Search the records for the word "engine" and copy each line in which it appears.

►

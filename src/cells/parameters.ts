/** A parameters cell: one graph node per parameter, so that editing one re-runs only its users. */
import type { ParametersCell } from '../study/types.ts';
import type { Binding, CellError, GraphNode, Outcome, RunContext } from '../engine/node.ts';
import type { NodeOutput, ParameterValue } from '../engine/report.ts';
import { type Field, field, usesOf, lookupFrom, finiteQuantityOf, finite, valueOf, FieldError, guarded, shownAs } from './fields.ts';
import { type Quantity, report, describe, valueIn, shownUnit, plain } from '../units/quantity.ts';
import { formatUnit } from '../units/units.ts';
import { sameDim, describeDim } from '../units/dimension.ts';
import { quantitySig } from './signatures.ts';
import { type StudyUnits, simplestUnit } from '../units/simplest-unit.ts';
import { type SpreadFields, spreadFields, checkedSpread, spreadSig } from './spread.ts';

export function parameterNodes(cell: ParametersCell, at: string): Array<GraphNode<NodeOutput<'parameters'>>> {
  const items = Array.isArray(cell.items) ? cell.items : [];
  return items.map((item, j) => {
    const path = `${at}.items[${j}]`;
    const problems: CellError[] = [];
    const name = typeof item?.name === 'string' ? item.name : '';
    const value = field(item?.value, `${path}.value`, problems);
    const range = Array.isArray(item?.range) ? item.range.map((r, i) => field(r, `${path}.range[${i}]`, problems)) : [];
    const spread = spreadFields(item?.spread, `${path}.spread`, problems);
    return {
      key: `${cell.id}/${j}`,
      cell: cell.id,
      ownsFields: path,
      defines: name ? [{ name, path: `${path}.name` }] : [],
      uses: usesOf([value, ...range, spread?.sd, spread?.cv, spread?.from, spread?.to]),
      allowsTime: false,
      signature: JSON.stringify(item ?? null),
      problems,
      run: (ctx) => runParameter(name, value!, range, ctx, item?.unit, `${path}.unit`, spread),
    } satisfies GraphNode<NodeOutput<'parameters'>>;
  });
}

function runParameter(name: string, value: Field, range: ReadonlyArray<Field | undefined>, ctx: RunContext, shownIn: unknown, unitPath: string,
  spreadOf: SpreadFields | undefined): Outcome<NodeOutput<'parameters'>> {
  return guarded(() => {
    const lookup = lookupFrom(ctx);
    const v = valueOf(value, lookup);
    if (typeof v === 'boolean') {
      if (spreadOf) throw new FieldError({ kind: 'invalid', path: `${spreadOf.path}.distribution`, message: `${name} is true/false; a spread is for a quantity` });
      return truthParameter(name, v, range, shownIn, unitPath);
    }
    const computed = inSimplestUnit(finite(value, v), ctx.studyUnits);
    const q = shownAs(computed, shownIn, unitPath);
    let bounds: Quantity[] | undefined;
    if (range.length === 2) {
      const [lo, hi] = bounds = range.map((f) => finiteQuantityOf(f!, lookup));
      for (const [bound, f] of [[lo, range[0]!], [hi, range[1]!]] as const) {
        if (!sameDim(bound.dim, q.dim)) {
          throw new FieldError({ kind: 'unit', path: f.path, message: `range of ${name} must be ${describeDim(q.dim)} like its value; it is ${describeDim(bound.dim)} (${describe(bound)})` });
        }
      }
      if (!(lo.si < hi.si)) throw new FieldError({ kind: 'invalid', path: range[0]!.path, message: `range of ${name}: the low end (${describe(lo)}) must be below the high end (${describe(hi)})` });
    }
    const spread = spreadOf ? checkedSpread(name, q, spreadOf, lookup) : undefined;
    const binding: Binding = spread ? { kind: 'value', q, sig: quantitySig(q) + spreadSig(spread.spread), spread: spread.spread } : { kind: 'value', q, sig: quantitySig(q) };
    const bindings = new Map<string, Binding>([[name, binding]]);
    // a what-if run needs the value alone, not its display
    if (ctx.mode === 'what-if') return { ok: true, bindings, output: {} };
    const entry: ParameterValue = { ...report(q) };
    // the unit it had before one was picked, so that it can be picked back
    const original = formatUnit(shownUnit(computed));
    if (original !== entry.unit) entry.originalUnit = original;
    if (bounds) {
      const unit = shownUnit(q);
      entry.range = bounds.map((b) => ({ value: valueIn(b, unit), unit: formatUnit(unit), si: b.si }));
    }
    if (spread) {
      entry.spread = spread.report;
      const hidden = spreadsRead(value, ctx);
      if (hidden.length) entry.spread = { ...entry.spread, note: hiddenNote(name, hidden) };
    }
    return { ok: true, bindings, output: { values: { [name]: entry } } };
  });
}

/** The names `value` reads whose values carry a spread (or a fit's covariance), in the order first read. */
function spreadsRead(value: Field, ctx: RunContext): string[] {
  const names = [...new Set(usesOf([value]).map((u) => u.name))];
  return names.filter((n) => { const b = ctx.binding(n); return b?.kind === 'value' && b.spread !== undefined; });
}

function hiddenNote(name: string, hidden: readonly string[]): string {
  const list = hidden.length === 1 ? hidden[0] : `${hidden.slice(0, -1).join(', ')} and ${hidden[hidden.length - 1]}`;
  return `${name} is computed from ${list}, which ${hidden.length === 1 ? 'has a spread' : 'have spreads'} of ${hidden.length === 1 ? 'its' : 'their'} own: an uncertainty cell draws ${name} from this spread alone, without carrying the spread${hidden.length === 1 ? '' : 's'} of ${list} through it. Remove this spread to carry ${hidden.length === 1 ? 'it' : 'theirs'} instead.`;
}

/** q in the simplest unit of its dimension the study uses (units/simplest-unit.ts); a temperature keeps its own. */
function inSimplestUnit(q: Quantity, units: StudyUnits | undefined): Quantity {
  return units && !q.temp ? { ...q, unit: simplestUnit(q.unit, q.dim, units) } : q;
}

/**
 * A parameter that is a condition (`T_2h <= 21 degC`, `stage1_ok and stage2_ok`): reported as
 * 1 or 0 with `truth`, usable as true/false by other parameters (not by rate laws).
 */
function truthParameter(name: string, truth: boolean, range: ReadonlyArray<Field | undefined>, shownIn: unknown, unitPath: string): Outcome<NodeOutput<'parameters'>> {
  if (range.length) throw new FieldError({ kind: 'invalid', path: range[0]!.path, message: `${name} is true/false; a range is for a quantity` });
  if (typeof shownIn === 'string' && shownIn.trim()) throw new FieldError({ kind: 'invalid', path: unitPath, message: `${name} is true/false; it has no unit to show it in` });
  const one = Number(truth);
  const binding: Binding = { kind: 'value', q: plain(one), sig: `truth:${truth}`, truth };
  return { ok: true, bindings: new Map([[name, binding]]), output: { values: { [name]: { value: one, unit: '', si: one, truth } } } };
}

◄

EXERCISE SOLUTION ->
import type { Binding, CellError, GraphNode, Outcome, RunContext } from '../engine/node.ts';
import type { NodeOutput, ParameterValue } from '../engine/report.ts';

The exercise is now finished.